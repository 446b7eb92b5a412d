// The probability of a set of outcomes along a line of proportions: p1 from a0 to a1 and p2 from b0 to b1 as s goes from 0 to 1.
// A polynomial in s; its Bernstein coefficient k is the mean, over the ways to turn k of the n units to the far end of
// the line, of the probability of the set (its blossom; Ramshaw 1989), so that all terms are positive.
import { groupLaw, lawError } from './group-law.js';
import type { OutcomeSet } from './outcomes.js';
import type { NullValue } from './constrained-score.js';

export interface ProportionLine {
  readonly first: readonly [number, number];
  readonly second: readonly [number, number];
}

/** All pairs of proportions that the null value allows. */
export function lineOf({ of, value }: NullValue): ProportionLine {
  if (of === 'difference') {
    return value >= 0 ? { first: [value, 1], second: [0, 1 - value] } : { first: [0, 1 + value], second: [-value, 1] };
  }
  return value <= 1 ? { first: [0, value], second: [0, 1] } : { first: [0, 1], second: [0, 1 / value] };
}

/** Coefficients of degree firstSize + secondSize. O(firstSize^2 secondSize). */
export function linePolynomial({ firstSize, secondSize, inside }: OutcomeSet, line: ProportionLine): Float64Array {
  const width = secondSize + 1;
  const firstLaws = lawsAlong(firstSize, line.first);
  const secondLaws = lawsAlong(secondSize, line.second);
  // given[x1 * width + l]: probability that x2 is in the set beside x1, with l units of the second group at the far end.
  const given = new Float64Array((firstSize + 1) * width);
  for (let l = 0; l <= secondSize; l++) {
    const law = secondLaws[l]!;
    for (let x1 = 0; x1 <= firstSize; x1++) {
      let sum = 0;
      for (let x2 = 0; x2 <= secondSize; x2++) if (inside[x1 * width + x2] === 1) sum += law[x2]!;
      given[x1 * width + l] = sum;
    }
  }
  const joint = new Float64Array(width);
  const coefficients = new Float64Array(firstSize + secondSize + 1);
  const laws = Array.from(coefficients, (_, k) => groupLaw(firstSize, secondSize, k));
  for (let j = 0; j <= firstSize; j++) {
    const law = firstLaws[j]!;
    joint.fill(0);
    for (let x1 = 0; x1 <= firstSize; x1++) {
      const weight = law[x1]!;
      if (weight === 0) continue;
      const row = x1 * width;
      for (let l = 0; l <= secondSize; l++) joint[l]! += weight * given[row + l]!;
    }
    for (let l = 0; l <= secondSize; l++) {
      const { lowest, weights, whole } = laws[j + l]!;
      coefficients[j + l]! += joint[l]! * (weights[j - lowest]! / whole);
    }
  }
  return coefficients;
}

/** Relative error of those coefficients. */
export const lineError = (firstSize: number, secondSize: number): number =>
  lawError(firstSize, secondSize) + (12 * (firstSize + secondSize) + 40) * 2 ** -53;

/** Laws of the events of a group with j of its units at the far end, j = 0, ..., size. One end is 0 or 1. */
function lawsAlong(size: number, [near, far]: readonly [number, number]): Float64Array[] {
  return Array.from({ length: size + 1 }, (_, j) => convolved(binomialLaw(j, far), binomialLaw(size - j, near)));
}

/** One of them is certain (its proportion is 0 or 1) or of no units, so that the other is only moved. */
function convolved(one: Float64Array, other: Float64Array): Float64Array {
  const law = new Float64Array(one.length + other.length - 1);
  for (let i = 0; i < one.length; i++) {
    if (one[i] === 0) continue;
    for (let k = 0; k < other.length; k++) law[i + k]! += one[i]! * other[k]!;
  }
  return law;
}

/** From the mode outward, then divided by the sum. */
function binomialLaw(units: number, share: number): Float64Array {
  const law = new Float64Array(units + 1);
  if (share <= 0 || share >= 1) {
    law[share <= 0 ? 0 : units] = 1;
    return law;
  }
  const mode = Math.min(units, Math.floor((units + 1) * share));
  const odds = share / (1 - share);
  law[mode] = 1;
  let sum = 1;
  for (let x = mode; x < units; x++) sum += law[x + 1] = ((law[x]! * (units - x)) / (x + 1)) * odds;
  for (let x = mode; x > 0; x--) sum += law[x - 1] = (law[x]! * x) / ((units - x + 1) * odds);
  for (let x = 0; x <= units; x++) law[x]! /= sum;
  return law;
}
______
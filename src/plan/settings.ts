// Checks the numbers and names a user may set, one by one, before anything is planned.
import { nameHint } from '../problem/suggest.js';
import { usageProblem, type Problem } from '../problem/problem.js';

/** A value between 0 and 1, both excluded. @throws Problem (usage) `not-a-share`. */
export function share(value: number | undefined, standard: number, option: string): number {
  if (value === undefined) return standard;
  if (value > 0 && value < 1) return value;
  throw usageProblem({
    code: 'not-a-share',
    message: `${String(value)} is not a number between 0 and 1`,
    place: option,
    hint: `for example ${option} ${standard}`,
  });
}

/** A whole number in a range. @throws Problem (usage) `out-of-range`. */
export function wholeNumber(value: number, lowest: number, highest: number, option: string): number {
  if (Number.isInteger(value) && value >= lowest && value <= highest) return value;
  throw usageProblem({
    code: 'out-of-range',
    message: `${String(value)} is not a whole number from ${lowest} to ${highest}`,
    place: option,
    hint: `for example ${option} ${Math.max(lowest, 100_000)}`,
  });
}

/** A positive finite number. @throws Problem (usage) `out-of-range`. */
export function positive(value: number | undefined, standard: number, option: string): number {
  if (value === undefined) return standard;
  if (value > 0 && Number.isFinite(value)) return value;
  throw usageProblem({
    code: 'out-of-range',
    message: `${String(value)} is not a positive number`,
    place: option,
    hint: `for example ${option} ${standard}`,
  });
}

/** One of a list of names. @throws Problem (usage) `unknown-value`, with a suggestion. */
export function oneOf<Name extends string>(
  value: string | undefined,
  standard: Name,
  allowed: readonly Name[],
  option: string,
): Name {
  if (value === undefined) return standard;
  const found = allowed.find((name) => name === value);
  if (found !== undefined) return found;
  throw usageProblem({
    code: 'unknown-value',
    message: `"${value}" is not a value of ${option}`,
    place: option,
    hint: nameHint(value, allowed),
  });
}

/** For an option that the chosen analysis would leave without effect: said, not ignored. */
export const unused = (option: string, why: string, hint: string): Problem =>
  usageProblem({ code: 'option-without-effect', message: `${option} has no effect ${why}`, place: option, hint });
______
- [Instructions to follow]: Your answer must consist solely of the lines above between the line holding "const firstLaws = lawsAlong(firstSize, line.first);" and the line holding "let sum = 0;", inclusive, copied exactly.

- [Written answer]:
  const firstLaws = lawsAlong(firstSize, line.first);
  const secondLaws = lawsAlong(secondSize, line.second);
  // given[x1 * width + l]: probability that x2 is in the set beside x1, with l units of the second group at the far end.
  const given = new Float64Array((firstSize + 1) * width);
  for (let l = 0; l <= secondSize; l++) {
    const law = secondLaws[l]!;
    for (let x1 = 0; x1 <= firstSize; x1++) {
      let sum = 0;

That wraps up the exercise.